Affairs Of The Heart ouvre la seconde soirée du festival. Signé du chorégraphe britannique David Dawson (né en 1972), c’est la Compagnie de Munich qui a eu le privilège de créer ce ballet en mars 2022 sur une partition du compositeur canadien Marjan Mozetich (né en 1948), son Concerto pour alto et orchestre à cordes (1997). Treize danseurs ont ici pour mission de transmuter leurs corps en une mélodie continue se développant dans un univers d’un bleu apaisant. Transformés en véritables ondes musicales, les interprètes de cette symphonie de lumière éblouissent par la souplesse de leurs bras comme par leurs élévations évanescentes et leurs portés d’une souplesse et d’une sûreté confondantes.

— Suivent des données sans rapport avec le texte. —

/// The settings that must agree between the shards of one run.
#[derive(Clone, Debug, PartialEq, Serialize, Deserialize)]
pub struct Settings {
    /// Seed of every random stream.
    pub seed: u64,
    /// Replicas in every shard.
    pub replicas_per_shard: usize,
    /// Measured sweeps per node and replica.
    pub sweeps: usize,
    /// Sweeps before measuring at each node.
    pub equilibration: usize,
    /// Quadrature nodes.
    pub nodes: usize,
    /// Largest β sampled (resolved, never the default marker).
    pub beta_max: f64,
    /// Loop moves on.
    pub loops: bool,
    /// Defect-focused moves on (absent, and off, in files written before them).
    #[serde(default)]
    pub defect_moves: bool,
    /// The conditional estimate of E at small β (absent, and off, in files written
    /// before it).
    #[serde(default)]
    pub conditional: bool,
    /// Replicas as 64 chains in the bits of machine words (absent, and off, in files
    /// written before them).
    #[serde(default)]
    pub lanes: bool,
    /// Measured sweeps at every node (index 0 unused), as the pilot allocated them (absent
    /// in files written before the allocation: equal sweeps).
    #[serde(default, skip_serializing_if = "Vec::is_empty")]
    pub node_sweeps: Vec<usize>,
    /// The conjugate field of every imposed mean (empty without imposed means; absent in
    /// version 2 files).
    #[serde(default, skip_serializing_if = "Vec::is_empty")]
    pub fields: Vec<f64>,
}

/// One shard of a split run, as written to its file.
#[derive(Clone, Debug, Serialize, Deserialize)]
pub struct Shard {
    /// The JSON schema version ([`crate::json::SCHEMA_VERSION`]), the first key as in every
    /// document groundcount writes; absent in files written before it (their checksum does
    /// not cover it), which are read as before.
    #[serde(default, skip_serializing_if = "Option::is_none")]
    pub schema_version: Option<u32>,
    /// [`FORMAT`].
    pub format: String,
    /// groundcount version that ran the shard.
    pub version: String,
    /// [`METHOD`].
    pub method: String,
    /// The lattice file as the user named it.
    pub lattice_file: String,
    /// FNV-1a hash of the lattice file's text.
    pub content_hash: String,
    /// The lattice file's text.
    pub lattice_text: String,
    /// The periodic cell, e.g. `8x8x8` (the cell notation of [`crate::cluster::Cells::parse`]).
    pub cells: String,
    /// Settings shared by every shard.
    pub settings: Settings,
    /// This shard's index, 1-based.
    pub shard: usize,
    /// Shards in the whole run.
    pub shards: usize,
    /// Wall time of this shard, s.
    pub seconds: f64,
    /// The replicas this shard ran, in index order.
    pub runs: Vec<Run>,
    /// FNV-1a of this file's JSON with this field empty.
    pub checksum: String,
}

Ultime ballet en ce soir de fête chorégraphique, ce sont les Tableaux d’une Exposition, le célèbre poème symphonique de Modeste Moussorgski composé en 1874. Il est signé Alexeï Ratmansky (né en 1968) et fut créé en 2014 par le New York City Ballet. Plus connu dans son orchestration de Maurice Ravel, c’est en fait l’original pour piano de cette partition qui sert d’accompagnement ce soir à la Compagnie bavaroise. Encore une fois Dmitry Mayboroda (piano) se montre un musicien accompli, plein d’énergie, de sensibilité et d’attention aux danseurs. Ces derniers évoluent devant des projections de toiles de Vassili Kandinsky datant de 1913, toiles dont les motifs ont un écho dans l’élégant vestiaire des danseurs. Tous les mélomanes le savent, cette suite de tableaux se termine par la monumentale, à tous les sens du terme, Grande Porte de …Kiev. Il n’en faudra pas plus à la Compagnie pour rendre un vibrant et émouvant hommage à ce pays martyrisé à l’heure actuelle par la Russie (voir photo).
Des tonnerres d ‘applaudissements viendront saluer le Bayerisches Staatsballett dont la première apparition à ce festival constitue d’ores et déjà un jalon mémorable dans l’histoire de cette manifestation.